10.21273/hortsci12949-18 ◽

2018 ◽

Vol 53 (6) ◽

pp. 859-864

Author(s):

Yang Yang ◽

Runfang Zhang ◽

Pingsheng Leng ◽

Zenghui Hu ◽

Man Shen

Keyword(s):

Salicylic Acid ◽

Cold Acclimation ◽

Freezing Tolerance ◽

Soluble Sugar ◽

Northern China ◽

Freezing Injury ◽

Ligustrum Lucidum ◽

Glossy Privet ◽

Exogenous Salicylic Acid ◽

Physiological And Biochemical

The evergreen Ligustrum lucidum (glossy privet) suffers from freezing injury in northern China, where there are short growing seasons and early fall frost events.

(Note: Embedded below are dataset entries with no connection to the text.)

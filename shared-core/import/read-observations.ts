import type { Result } from '../result.js';
import { fail, ok } from '../result.js';
import type { Observation } from '../study/analysis-types.js';
import type { ColumnMapping, ResolvedColumns } from './column-mapping.js';
import { resolveColumns } from './column-mapping.js';
import type { Cell, DecodedTable } from './decoded-table.js';
import { cellText, isBlankCell } from './decoded-table.js';
import type { DateCellText } from './date-text.js';
import { chooseDateOrder, dateParts, resolveDate } from './date-text.js';
import type { NumberCellText } from './decimal-mark.js';
import { chooseDecimalMark } from './decimal-mark.js';
import type { ChangedCell, ImportOutcome, ImportReport, ImportWarning, Rejection } from './import-report.js';
import type { ImportSettings } from './import-settings.js';
import type { DecimalMark } from './number-text.js';
import { parseNumberText } from './number-text.js';
import { dateGapWarnings, dateOrderWarnings, duplicateLabelWarnings } from './period-checks.js';

type CellReading = { value: number; changed?: string } | { rejection: string };

const blankMessage = 'the cell is blank; a blank is never read as 0';

/** A number cell as written: a workbook number as is, text under the decimal mark. */
function readNumber(cell: Cell, decimal: DecimalMark): CellReading {
  if (typeof cell === 'number') return { value: cell === 0 ? 0 : cell };
  if (typeof cell === 'boolean') return { rejection: 'is a true/false value, not a number' };
  if (cell instanceof Date) return { rejection: 'is a date, not a number' };
  const text = (cell ?? '').trim();
  const value = parseNumberText(text, decimal);
  if (value === null) return { rejection: 'is not a number' };
  if (value === 0) return text === '0' ? { value: 0 } : { value: 0, changed: '0' }; // "-0" and "0.0" are 0
  return String(value) === text ? { value } : { value, changed: String(value) };
}

/** A count of nonconformities: a whole number, 0 or more. */
export function readCount(cell: Cell, decimal: DecimalMark): CellReading {
  if (isBlankCell(cell)) return { rejection: blankMessage };
  const reading = readNumber(cell, decimal);
  if ('rejection' in reading) return reading;
  if (!Number.isFinite(reading.value)) return { rejection: 'is not a finite number' };
  if (reading.value < 0) return { rejection: 'is negative; a count of nonconformities is 0 or more' };
  if (!Number.isInteger(reading.value)) {
    // A workbook formula such as =A2*0.1*10 stores 2.9999999999999996 for 3: binary rounding, not a
    // fraction anyone counted. Such a cell is read as the whole number and listed as changed.
    const whole = Math.round(reading.value);
    if (typeof cell === 'number' && Math.abs(reading.value - whole) <= 1e-9 * Math.max(1, whole)) {
      return { value: whole, changed: String(whole) };
    }
    return { rejection: 'is not a whole number of nonconformities' };
  }
  return reading;
}

/** A number of inspection units: positive and finite (0 only marks a period without production). */
export function readUnits(cell: Cell, decimal: DecimalMark): CellReading {
  if (isBlankCell(cell)) return { rejection: blankMessage };
  const reading = readNumber(cell, decimal);
  if ('rejection' in reading) return reading;
  if (!Number.isFinite(reading.value)) return { rejection: 'is not a finite number of inspection units' };
  if (reading.value < 0) return { rejection: 'is negative; the inspection units must be more than 0' };
  return reading;
}

/**
 * Validated periods from a decoded table. Every data row ends up accepted, rejected (one line per
 * bad cell, all of them) or "no production" (0 units and a blank or 0 count: kept on record, not
 * analysed). Settings not stated are detected where the cells decide them (the decimal mark, the
 * date order) and asked otherwise: an ambiguous table fails with a finding that says what to state.
 *
 * No units column means one inspection unit per period (a c chart of counts per period); no label
 * column labels each period `#ROW` by its spreadsheet row.
 */
export function readObservations(
  table: DecodedTable,
  mapping: ColumnMapping,
  settings: ImportSettings = {},
): Result<ImportOutcome> {
  const file = sourceLocation(table);
  const resolved = resolveColumns(file, table.headerRow, table.header, mapping);
  if (!resolved.ok) return fail(...resolved.findings);
  const { columns } = resolved;
  const name = (index: number) => table.header[index];

  const decimal = chooseDecimalMark(numberCells(table, columns), settings.decimal, table.source?.delimiter);
  if (decimal.kind !== 'chosen') {
    if (decimal.kind === 'mixed') return fail({ file, message: decimal.message });
    const { row, column, text } = decimal.example;
    return fail({ file, row, column, value: text, message: decimal.message });
  }
  const dateCells: DateCellText[] =
    columns.date === undefined
      ? []
      : table.rows
          .filter((row) => !isBlankCell(row.cells[columns.date!] ?? null))
          .map((row) => {
            const cell = row.cells[columns.date!] ?? null;
            return {
              row: row.row,
              column: name(columns.date!),
              text: cellText(cell),
              parts: dateParts(cell),
            };
          });
  const order = chooseDateOrder(dateCells, settings.dateOrder);
  const partsByRow = new Map(dateCells.map((cell) => [cell.row, cell.parts]));
  if (order.kind !== 'chosen') {
    if (order.kind === 'mixed') return fail({ file, column: order.dmy.column, message: order.message });
    const { row, column, text } = order.example;
    return fail({ file, row, column, value: text, message: order.message });
  }

  const observations: Observation[] = [];
  const noProduction: Observation[] = [];
  const rejected: Rejection[] = [];
  const changedCells: ChangedCell[] = [];
  let rejectedRows = 0;
  for (const { row, cells } of table.rows) {
    const cell = (index: number | undefined): Cell => (index === undefined ? null : (cells[index] ?? null));
    const problems: Rejection[] = [];
    const changes: ChangedCell[] = [];
    const take = (index: number, reading: CellReading): number | undefined => {
      const written = cellText(cell(index));
      if ('rejection' in reading) {
        problems.push({
          row,
          column: name(index),
          value: written.trim() === '' ? '' : written,
          message: reading.rejection,
        });
        return undefined;
      }
      if (reading.changed !== undefined)
        changes.push({ row, column: name(index), from: written, to: reading.changed });
      return reading.value;
    };

    const unitsCell = cell(columns.units);
    const countCell = cell(columns.count);
    const unitsReading = columns.units === undefined ? { value: 1 } : readUnits(unitsCell, decimal.decimal);
    const idle =
      'value' in unitsReading &&
      unitsReading.value === 0 &&
      (isBlankCell(countCell) || parseNumberText(cellText(countCell), decimal.decimal) === 0);
    const count = idle ? 0 : take(columns.count, readCount(countCell, decimal.decimal));
    const units = columns.units === undefined ? 1 : take(columns.units, unitsReading);
    if (!idle && units === 0) {
      problems.push({
        row,
        column: name(columns.units!),
        value: cellText(unitsCell),
        message: 'is not a positive number of inspection units (0 units with nonconformities counted)',
      });
    }

    let date: string | undefined;
    if (columns.date !== undefined) {
      const dateCell = cell(columns.date);
      if (isBlankCell(dateCell)) {
        problems.push({ row, column: name(columns.date), value: '', message: 'the date is blank' });
      } else {
        const resolvedDate = resolveDate(partsByRow.get(row) ?? dateParts(dateCell), order.order);
        if ('message' in resolvedDate) {
          problems.push({
            row,
            column: name(columns.date),
            value: cellText(dateCell),
            message: resolvedDate.message,
          });
        } else {
          date = resolvedDate.date;
          const written = cellText(dateCell).trim();
          if (typeof dateCell === 'string' && written !== date)
            changes.push({ row, column: name(columns.date), from: written, to: date });
        }
      }
    }
    const labelText = columns.label === undefined ? '' : cellText(cell(columns.label)).trim();
    const label = labelText === '' ? `#${row}` : (dateLabel(cell(columns.label)) ?? labelText);

    if (problems.length > 0) {
      for (const problem of problems) rejected.push(problem);
      rejectedRows++;
      continue;
    }
    for (const change of changes) changedCells.push(change);
    const observation: Observation = { label, row, count: count!, units: units! };
    if (date !== undefined) observation.date = date;
    (idle ? noProduction : observations).push(observation);
  }

  const warnings: ImportWarning[] = [];
  const warn = (list: ImportWarning[]) => appendCapped(warnings, list);
  warn((table.notes ?? []).map((note) => ({ ...note })));
  if (columns.label !== undefined) {
    warn(duplicateLabelWarnings(observations.concat(noProduction), name(columns.label)));
    warn(blankLabelWarnings(table, columns, name(columns.label)));
  }
  if (columns.date !== undefined) {
    const inFileOrder = observations.concat(noProduction).sort((a, b) => a.row - b.row);
    warn(dateOrderWarnings(inFileOrder, name(columns.date)));
    observations.sort(byDateThenRow);
    noProduction.sort(byDateThenRow);
    warn(dateGapWarnings(observations.concat(noProduction).sort(byDateThenRow), name(columns.date)));
  }
  warn(
    table.rows
      .filter((row) => row.hidden)
      .map((row) => ({
        code: 'hidden-row',
        row: row.row,
        message: 'the row is hidden in the workbook; it is read like any other row',
      })),
  );

  const source = table.source;
  const report: ImportReport = {
    file: table.file,
    location: file,
    sha256: source?.sha256 ?? null,
    bytes: source?.bytes ?? null,
    rowsRead: table.rows.length,
    accepted: observations.length,
    rejectedRows,
    noProduction: noProduction.length,
    blankRows: table.blankRows ?? [],
    rejected,
    changedCells,
    settings: {
      mapping: { ...mapping },
      decimal: decimal.decimal,
      decimalSource: decimal.source,
      decimalReason: decimal.reason,
      ...(columns.date === undefined
        ? {}
        : { dateOrder: order.order, dateOrderSource: order.source, dateOrderReason: order.reason }),
      ...(settings.inspectionUnit === undefined ? {} : { inspectionUnit: settings.inspectionUnit }),
      ...(source === undefined
        ? {}
        : {
            format: source.format,
            encoding: source.encoding,
            encodingSource: source.encodingSource,
            delimiter: source.delimiter,
            delimiterSource: source.delimiterSource,
          }),
      ...(table.sheet === undefined ? {} : { sheet: table.sheet }),
      headerRow: table.headerRow,
    },
    warnings,
  };
  return ok({ observations, rejected, noProduction, report });
}

/** Warnings of one kind beyond this many are summed up in one line (rejections never are). */
export const warningsPerCode = 20;

/**
 * Appends warnings, keeping the first `warningsPerCode` of each code and one line that counts the
 * rest, so that a reversed million-row file gives a readable report.
 */
export function appendCapped(warnings: ImportWarning[], more: ImportWarning[]): void {
  const kept = new Map<string, number>();
  for (const warning of warnings) kept.set(warning.code, (kept.get(warning.code) ?? 0) + 1);
  const over = new Map<string, number>();
  for (const warning of more) {
    const count = kept.get(warning.code) ?? 0;
    if (count < warningsPerCode) {
      warnings.push(warning);
      kept.set(warning.code, count + 1);
    } else over.set(warning.code, (over.get(warning.code) ?? 0) + 1);
  }
  for (const [code, count] of over) {
    warnings.push({ code, message: `and ${count} more like the ${warningsPerCode} above (${code})` });
  }
}

/** The file, and the sheet of a workbook, as messages name them: `h.xlsx, sheet "Line 4"`. */
export function sourceLocation(table: DecodedTable): string {
  return table.sheet === undefined ? table.file : `${table.file}, sheet "${table.sheet}"`;
}

function byDateThenRow(a: Observation, b: Observation): number {
  if (a.date !== b.date) return (a.date ?? '') < (b.date ?? '') ? -1 : 1;
  return a.row - b.row;
}

/** A workbook date used as a label reads as its ISO date, not as a JavaScript date string. */
function dateLabel(cell: Cell): string | undefined {
  if (!(cell instanceof Date)) return undefined;
  const resolved = resolveDate(dateParts(cell), undefined);
  return 'date' in resolved ? resolved.date : undefined;
}

function blankLabelWarnings(table: DecodedTable, columns: ResolvedColumns, column: string): ImportWarning[] {
  const rows = table.rows
    .filter((row) => isBlankCell(row.cells[columns.label!] ?? null))
    .map((row) => row.row);
  if (rows.length === 0) return [];
  const shown = rows.slice(0, 10).join(', ') + (rows.length > 10 ? `, and ${rows.length - 10} more` : '');
  return [
    {
      code: 'blank-label',
      column,
      message: `rows ${shown} have no label; they are labelled by their row (#ROW)`,
    },
  ];
}

function numberCells(table: DecodedTable, columns: ResolvedColumns): NumberCellText[] {
  const cells: NumberCellText[] = [];
  for (const index of [columns.count, columns.units]) {
    if (index === undefined) continue;
    for (const row of table.rows) {
      const cell = row.cells[index];
      // Only cells with a point or a comma can tell the decimal mark.
      if (typeof cell === 'string' && (cell.includes(',') || cell.includes('.')))
        cells.push({ row: row.row, column: table.header[index], text: cell.trim() });
    }
  }
  return cells;
}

To investigate the influence of exogenous salicylic acid (SA) application on the natural cold acclimation of glossy privet, physiological and biochemical changes in glossy privet seedlings subjected to SA treatments at four concentrations (0, 150, 250, and 350 mg·L−1) were evaluated from Sept. to Dec. 2016. The optimum application concentrations were between 250 and 350 mg·L−1, which led to better freezing tolerance during natural cold acclimation. The improved freezing tolerance under exogenous SA application was associated with the accumulation of chlorophyll, proline, soluble protein, and soluble sugar, and the regulations of gibberellic acid (GA) and abscisic acid (ABA). Salicylic acid treatments started a cascade of steps for advancing the cold acclimation process of glossy privet. We suggest that exogenous SA application may be used on glossy privet grown in northern China.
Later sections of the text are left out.